Blood Orange vs Accessible Beige
Where Blood Orange belongs to Dulux's range, Accessible Beige is a Sherwin-Williams color. Blood Orange reads as pink-red, while Accessible Beige reads as beige-greige — two distinct hue families, not close cousins. Accessible Beige (LRV 58) reflects noticeably more light than Blood Orange (LRV 25), a difference of 32 points that becomes especially apparent in rooms with limited natural light. Both lean warm, so they'll behave similarly in mixed or changing light conditions. With a ΔE of 40.0, the contrast is hard to miss. These aren't variations on a theme — they're two different answers to the same question. Below you'll find 1 real-room photo comparison where both colors appear side by side, plus 5 simulated room previews.

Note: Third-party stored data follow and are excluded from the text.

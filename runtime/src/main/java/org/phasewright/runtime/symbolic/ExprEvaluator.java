package org.phasewright.runtime.symbolic;

import org.phasewright.runtime.model.Binary;
import org.phasewright.runtime.model.Call;
import org.phasewright.runtime.model.Constant;
import org.phasewright.runtime.model.Element;
import org.phasewright.runtime.model.Expr;
import org.phasewright.runtime.model.IndexValue;
import org.phasewright.runtime.model.Sum;
import org.phasewright.runtime.model.Negation;
import org.phasewright.runtime.model.Variable;
import org.phasewright.runtime.model.VariableKind;

/**
 * Tree-walking evaluation of an {@link Expr}. A null array (or NaN time) means that kind of variable is not
 * available in this context, e.g. states inside a parameter value; referring to it raises
 * {@link ModelEvaluationException}.
 */
public final class ExprEvaluator {
    private ExprEvaluator() {
    }

    /** Evaluates with nothing but constants available. */
    public static double constant(Expr e) {
        return evaluate(e, Double.NaN, null, null, null);
    }

    public static double evaluate(Expr e, double t, double[] states, double[] parameters, double[] derived) {
        return switch (e) {
            case Constant c -> c.value();
            case Variable v -> lookup(v, t, states, parameters, derived);
            case Negation n -> -evaluate(n.operand(), t, states, parameters, derived);
            case Binary b -> {
                double l = evaluate(b.left(), t, states, parameters, derived);
                double r = evaluate(b.right(), t, states, parameters, derived);
                yield Arithmetic.binary(b.operator(), l, r);
            }
            case Call c -> {
                double a = evaluate(c.arguments().get(0), t, states, parameters, derived);
                double b = c.arguments().size() > 1
                        ? evaluate(c.arguments().get(1), t, states, parameters, derived) : 0.0;
                yield Arithmetic.apply(c.function(), a, b);
            }
            case IndexValue i -> throw IndexedForms.unexpanded("evaluation", i);
            case Element el -> throw IndexedForms.unexpanded("evaluation", el);
            case Sum s -> throw IndexedForms.unexpanded("evaluation", s);
        };
    }

    private static double lookup(Variable v, double t, double[] states, double[] parameters, double[] derived) {
        if (v.kind() == VariableKind.TIME) {
            if (Double.isNaN(t)) { // NaN time marks contexts without time, such as parameter values
                throw new ModelEvaluationException("time '" + v.name() + "' cannot be used here");
            }
            return t;
        }
        double[] source = switch (v.kind()) {
            case STATE -> states;
            case PARAMETER -> parameters;
            default -> derived;
        };
        if (source == null) {
            throw new ModelEvaluationException(kindWord(v) + " '" + v.name() + "' cannot be used here");
        }
        if (v.index() >= source.length) {
            throw new ModelEvaluationException(kindWord(v) + " '" + v.name() + "' has index " + v.index()
                    + " but only " + source.length + " exist");
        }
        return source[v.index()];
    }

    static String kindWord(Variable v) {
        return switch (v.kind()) {
            case STATE -> "state";
            case PARAMETER -> "parameter";
            case DERIVED -> "derived quantity";
            case TIME -> "time";
        };
    }
}
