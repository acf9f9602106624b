package org.phasewright.runtime.symbolic;

import org.phasewright.runtime.model.Expr;

/** The one error for an indexed form met where only scalar expressions belong (a bug, not a user mistake). */
public final class IndexedForms {
    private IndexedForms() {
    }

    public static IllegalArgumentException unexpanded(String where, Expr e) {
        return new IllegalArgumentException(where + " needs scalar expressions; expand indexed forms first "
                + "(IndexExpansion): " + e);
    }
}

Blood Orange vs Accessible Beige in Real Spaces
1 real room side by side. Seeing Blood Orange and Accessible Beige in actual rooms makes the difference concrete; browse the spaces below to get a feel for how each color lives on a wall.
Bedroom
The context that matters most in a bedroom is how a color reads under a bedside lamp at night, not under noon daylight. Accessible Beige reflects noticeably more light off the walls, making the space read more open than Blood Orange.
Color Details
Blood Orange vs Accessible Beige Simulated Comparison
5 simulated room previews — drag the slider on each to see Blood Orange on one side and Accessible Beige on the other.
Digital color is approximate. These simulations are generated from the manufacturer's hex values and overlaid on grayscale room photos — your screen's calibration, brightness, and viewing angle all affect how they render. Before committing to either color, test physical samples in your own space under the light you actually live with.
More Blood Orange comparisons
See how Blood Orange stacks up against other well-photographed colors across different brands and tones.